Summoning has been completely reworked and now only certain units can be summoned (mainly your core troopers, but Grave Guard can also be summoned which is nice).
You lose some flexibility compared to old summoning rules however, in that you have to name the unit you’re going to summon and set aside those exact points and you can’t change it up. For those used to 40K summoning this is a bit of a let down as you can’t just summon in whatever you need at the moment.
Summoning goes hand in hand with a new feature for death – Grave Sites –where you choose two points in your deployment, and another two anywhere else on the board to count as a point where you can summon units from out of reserve.
There’s no limit as to how many units you can put aside at deployment to count as coming out of a Grave Site later in the game.
The restrictions are similar to 40k in that you have to be 9” away from enemy models.
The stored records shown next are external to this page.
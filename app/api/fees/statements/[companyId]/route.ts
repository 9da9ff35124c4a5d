// GET /api/fees/statements/:companyId?month=YYYY-MM: a testing company's monthly filing-fee statement (PDF), for its billing manager or a program admin.
import { createElement } from "react";
import { z } from "zod";
import { can } from "@/lib/auth/permissions";
import { getCompanyStatement } from "@/lib/data/fees-statement";
import { apiRoute, errorResponse, parseOrThrow } from "@/lib/http/route";
import { pdfResponse, renderPdf } from "@/lib/pdf/render";
import { StatementDocument } from "@/lib/pdf/statement-document";

export const runtime = "nodejs";

export const GET = apiRoute({ permission: null }, async ({ actor, params, searchParams }) => {
  if (!actor) return errorResponse(401, "Please sign in.", { code: "signed_out" });
  if (!can(actor, "fees.pay_company") && !can(actor, "fees.manage")) return errorResponse(403, "You are not allowed to do this.", { code: "forbidden" });
  const companyId = parseOrThrow(z.coerce.number().int().positive(), params.companyId);
  const month = parseOrThrow(z.string().regex(/^\d{4}-(0[1-9]|1[0-2])$/, "Choose a month as YYYY-MM."), searchParams.get("month") ?? "");
  const statement = await getCompanyStatement(actor, companyId, month);
  const bytes = await renderPdf(createElement(StatementDocument, { statement }));
  return pdfResponse(bytes, `fee-statement-${statement.company.name}-${month}.pdf`, searchParams.get("download") ? "attachment" : "inline");
});
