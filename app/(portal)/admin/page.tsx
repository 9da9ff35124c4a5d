import type { Metadata } from "next";
import { Card, PageHeader } from "@/components/ui/card";
import { requirePermission } from "@/lib/auth/guards";
import { programName } from "@/lib/data/programs";

export const metadata: Metadata = { title: "Program admin" };

export default async function AdminHome() {
  const actor = await requirePermission("settings.manage");
  const name = actor.programId ? await programName(actor.programId) : null;
  return (
    <>
      <PageHeader title={name ?? "Program"} description="Program settings, users, notices and the audit log." />
      <div className="grid gap-4 md:grid-cols-2">
        <Card title="Program work">
          <ul className="list-inside list-disc space-y-1">
            <li>
              <a href="/inspector">Inspector&apos;s view of the program</a>
            </li>
            <li>
              <a href="/inspector/testers">Tester roster</a>
            </li>
          </ul>
        </Card>
        <Card title="Administration">
          <ul className="list-inside list-disc space-y-1">
            <li>
              <a href="/admin/mailbox">Mailbox (messages sent in this installation)</a>
            </li>
          </ul>
        </Card>
      </div>
    </>
  );
}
It allows you the flexibility to pop up a unit up from these four points throughout the game, and it’s pretty difficult for your opponent to counter all of these locations.
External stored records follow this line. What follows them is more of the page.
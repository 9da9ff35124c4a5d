// The notice templates: the shape cache gives exactly what a direct render gives, every notice
// has a plain-text part, no images or tracking, absolute links only, and a missing variable
// stops the render with a message naming it.
import { describe, expect, test } from "vitest";
import { NoticeTemplateError, type NoticeEmailProps, type NoticeTemplateKind } from "@/emails/notice-shared";
import { createNoticeRenderer, renderNoticeDirect } from "@/lib/data/notices-render";
import { noticeProps } from "./notice-fixtures";

const kinds: NoticeTemplateKind[] = ["reminder", "overdue", "final", "repair_reminder"];

function propsFor(kind: NoticeTemplateKind, overrides: Partial<NoticeEmailProps> = {}): NoticeEmailProps {
  const base = noticeProps(overrides);
  return kind === "repair_reminder" ? { ...base, items: base.items.map((item) => ({ ...item, failedOn: "18 November 2026" })) } : base;
}

const secondItem = {
  assembly: "Air gap (AG), 2 in",
  location: "lab sink supply <east wall>",
  site: "Łukasz Ő Gardens, 12 Quarry Lane, Quillmere",
  accountNumber: "LV100999",
  checkWord: "inspection" as const,
  dueOn: "28 February 2027",
};

describe("the shape cache renders what a direct render gives", () => {
  const cases = kinds.flatMap((kind) => [
    { label: `${kind}, one assembly, signed link`, kind, props: propsFor(kind) },
    { label: `${kind}, two assemblies, plain link`, kind, props: propsFor(kind, { isSignedLink: false, linkExpiresOn: "", portalUrl: "http://127.0.0.1:3000/login?next=%2Fowner" }) },
  ]);
  cases.push({ label: "reminder, two assemblies", kind: "reminder", props: { ...propsFor("reminder"), items: [...propsFor("reminder").items, secondItem] } });
  cases.push({ label: "repair reminder, two assemblies", kind: "repair_reminder", props: { ...propsFor("repair_reminder"), items: [...propsFor("repair_reminder").items, { ...secondItem, failedOn: "2 November 2026" }] } });

  test.each(cases)("$label", async ({ kind, props }) => {
    const renderer = createNoticeRenderer();
    const direct = await renderNoticeDirect(kind, props);
    const first = await renderer.render(kind, props);
    expect(first).toEqual(direct);
    // A second notice of the same shape with other words reuses the shape and still matches.
    const other = { ...props, recipientName: "Idris Bramblecote-Marr", programName: "Tansy Ridge Public Water System", items: props.items.map((item) => ({ ...item, location: `${item.location} & annex` })) };
    const again = await renderer.render(kind, other);
    expect(again).toEqual(await renderNoticeDirect(kind, other));
    expect(renderer.shapesRendered).toBe(1);
  });

  test("a value that looks like a placeholder is printed as written", async () => {
    const props = propsFor("overdue", { recipientName: "zwslot0x zwslot99x" });
    const rendered = await createNoticeRenderer().render("overdue", props);
    expect(rendered).toEqual(await renderNoticeDirect("overdue", props));
    expect(rendered.text).toContain("Dear zwslot0x zwslot99x,");
  });
});

describe("what every notice e-mail holds", () => {
  test.each(kinds)("%s: plain text, program name and contact, legal footer, absolute links, no images", async (kind) => {
    const { subject, html, text } = await renderNoticeDirect(kind, propsFor(kind));
    expect(subject.length).toBeGreaterThan(10);
    expect(text).toContain("Dear Orla Quenby & Sons <Property>");
    expect(text).toContain("Thistlecombe Valley Water District");
    expect(text).toContain("backflow@thistlecombe-water.example");
    expect(text).toContain("(555) 014-2200");
    expect(text).toContain("not marketing");
    expect(text).toContain("http://127.0.0.1:3000/testers");
    expect(text).toContain("kitchen branch line");
    expect(html).toContain("Orla Quenby &amp; Sons &lt;Property&gt;");
    // No tracking pixels, no remote images, no unsubscribe (a compliance notice, not marketing).
    expect(html).not.toMatch(/<img/i);
    expect(html.toLowerCase()).not.toContain("unsubscribe");
    for (const [, href] of html.matchAll(/href="([^"]*)"/g)) expect(href).toMatch(/^https?:\/\//);
  });

  test("the final notice names the date after which service may be discontinued", async () => {
    const { subject, text } = await renderNoticeDirect("final", propsFor("final"));
    expect(subject).toContain("17 January 2027");
    expect(text).toMatch(/If no passing test report is on file by 17 January 2027, .* may discontinue water service/);
  });

  test("the repair reminder carries the safety caution and both dates", async () => {
    const { text } = await renderNoticeDirect("repair_reminder", propsFor("repair_reminder"));
    expect(text).toContain("Failed its test on 18 November 2026; repair and retest due by 1 January 2027");
    expect(text).toMatch(/shutting off the building's water/);
  });

  test("an air gap is inspected, not tested", async () => {
    const props = propsFor("reminder", { items: [secondItem] });
    const { subject, text } = await renderNoticeDirect("reminder", props);
    expect(subject).toContain("Backflow inspection due by 28 February 2027");
    expect(text).toContain("Yearly inspection due by 28 February 2027");
  });
});

describe("a missing variable stops the notice before it is rendered", () => {
  const renderer = createNoticeRenderer();
  test.each([
    { label: "no recipient name", kind: "reminder" as const, change: (p: NoticeEmailProps) => ({ ...p, recipientName: "  " }), field: "recipientName" },
    { label: "no reply-to", kind: "overdue" as const, change: (p: NoticeEmailProps) => ({ ...p, programReplyTo: undefined }), field: "programReplyTo" },
    { label: "a relative link", kind: "reminder" as const, change: (p: NoticeEmailProps) => ({ ...p, portalUrl: "/owner" }), field: "portalUrl" },
    { label: "no assemblies", kind: "overdue" as const, change: (p: NoticeEmailProps) => ({ ...p, items: [] }), field: "items" },
    { label: "an assembly without its due date", kind: "reminder" as const, change: (p: NoticeEmailProps) => ({ ...p, items: [{ ...p.items[0]!, dueOn: "" }] }), field: "items.0.dueOn" },
    { label: "a final notice without the discontinue date", kind: "final" as const, change: (p: NoticeEmailProps) => ({ ...p, discontinueOn: undefined }), field: "discontinueOn" },
    { label: "a repair reminder without the failed test date", kind: "repair_reminder" as const, change: (p: NoticeEmailProps) => ({ ...p, items: p.items.map(({ failedOn: _unused, ...item }) => item) }), field: "failedOn" },
    { label: "a signed link without its expiry", kind: "overdue" as const, change: (p: NoticeEmailProps) => ({ ...p, linkExpiresOn: "" }), field: "linkExpiresOn" },
  ])("$label", async ({ kind, change, field }) => {
    const props = change(propsFor(kind));
    const failure = await renderer.render(kind, props).then(
      () => null,
      (error: unknown) => error,
    );
    expect(failure).toBeInstanceOf(NoticeTemplateError);
    expect((failure as Error).message).toContain(field);
    await expect(renderNoticeDirect(kind, props)).rejects.toBeInstanceOf(NoticeTemplateError);
  });
});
If that wasn’t great enough, they also heal nearby troops in your hero phase!
Your heroes can also heal summonable units as well! Each hero is different in this regard, with Nagash obviously being the best at it. Between heroes and gravesites though, hordes of undead are going to be really hard to keep down when properly supported. Your heroes, by and large, are both casters and solid melee fighters.
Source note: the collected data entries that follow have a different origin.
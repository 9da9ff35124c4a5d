// CSV written for downloads: formula cells neutralised (OWASP "CSV Injection"), RFC 4180 quoting.
import { describe, expect, test } from "vitest";
import { csvField, csvLine, neutralizeFormula, toCsv } from "@/lib/data/import-csv";

describe("neutralizeFormula", () => {
  test.each([
    { label: "equals", value: "=SUM(A1:A9)", expected: "'=SUM(A1:A9)" },
    { label: "plus", value: "+1555-0100", expected: "'+1555-0100" },
    { label: "minus with letters", value: "-2+3", expected: "'-2+3" },
    { label: "at", value: "@cmd", expected: "'@cmd" },
    { label: "tab", value: "\t=1", expected: "'\t=1" },
    { label: "carriage return", value: "\r=1", expected: "'\r=1" },
    { label: "a plain negative number stays a number", value: "-2.5", expected: "-2.5" },
    { label: "a negative whole number", value: "-7", expected: "-7" },
    { label: "ordinary text", value: "Fernhollow Bakery", expected: "Fernhollow Bakery" },
    { label: "equals later in the text", value: "a=b", expected: "a=b" },
    { label: "empty", value: "", expected: "" },
  ])("$label", ({ value, expected }) => {
    expect(neutralizeFormula(value)).toBe(expected);
  });
});

describe("csvField and toCsv", () => {
  test.each([
    { label: "comma", value: "Row, Quillmere", expected: '"Row, Quillmere"' },
    { label: "quote", value: 'the "old" one', expected: '"the ""old"" one"' },
    { label: "line break", value: "a\nb", expected: '"a\nb"' },
    { label: "formula with a quote", value: '=HYPERLINK("x")', expected: `"'=HYPERLINK(""x"")"` },
    { label: "number", value: 42, expected: "42" },
    { label: "null", value: null, expected: "" },
    { label: "boolean", value: true, expected: "yes" },
    { label: "object as JSON", value: { a: 1 }, expected: '"{""a"":1}"' },
  ])("$label", ({ value, expected }) => {
    expect(csvField(value)).toBe(expected);
  });

  test("a document has a byte-order mark, CRLF line ends and a final line end", () => {
    expect(toCsv(["a", "b"], [[1, "=x"]])).toBe("\uFEFFa,b\r\n1,'=x\r\n");
    expect(csvLine(["x", "", "y"])).toBe("x,,y");
  });
});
Saves aren’t exactly stellar for a lot of choices however, so you have to take that into consideration before you try and take a fight on. Heroes also give an extra save to units within 6” similar to a feel no pain save (in 40k language). It’s only a 6+ mind you, but when you’re running big units, this combines with grave sites and hero phase healing to really up the durability.
This army is really about the characters for the most part – so let’s start there!
This is your big centrepiece model for the faction and it’s a pretty incredible kit, packed with details. He looks impressive on the table for certain.
Although a hefty point investment, Nagash is extremely strong. 16 Wounds with a 3+ save makes for a very tough model.
His ability to heal five units anywhere on the board (a rerollable D3 wounds), and give an army wide reroll 1’s for hits and saves makes him a force multiplier as well.
His spellcasting is insane. At full wounds he can cast and unbind eight spells a turn, and knows four spells of his own, plus any spells known by any other death wizard on the battlefield. One of his signature spells randomly kills a model with no saves 50% of the time, and the other deals mortal wounds which heals Nagash! Due to the point cost however, you have to build the rest of your list around him.
Arkhan the Black
Arkhan is one of the Mortarchs – Nagash’s top characters. Although no slouch in combat, Arkhan is mainly your casting Mortarch and gains a +2 bonus to casting and unbinding when at full health. He also gets Nagash’s trick of knowing the spells of any death wizard within 18”.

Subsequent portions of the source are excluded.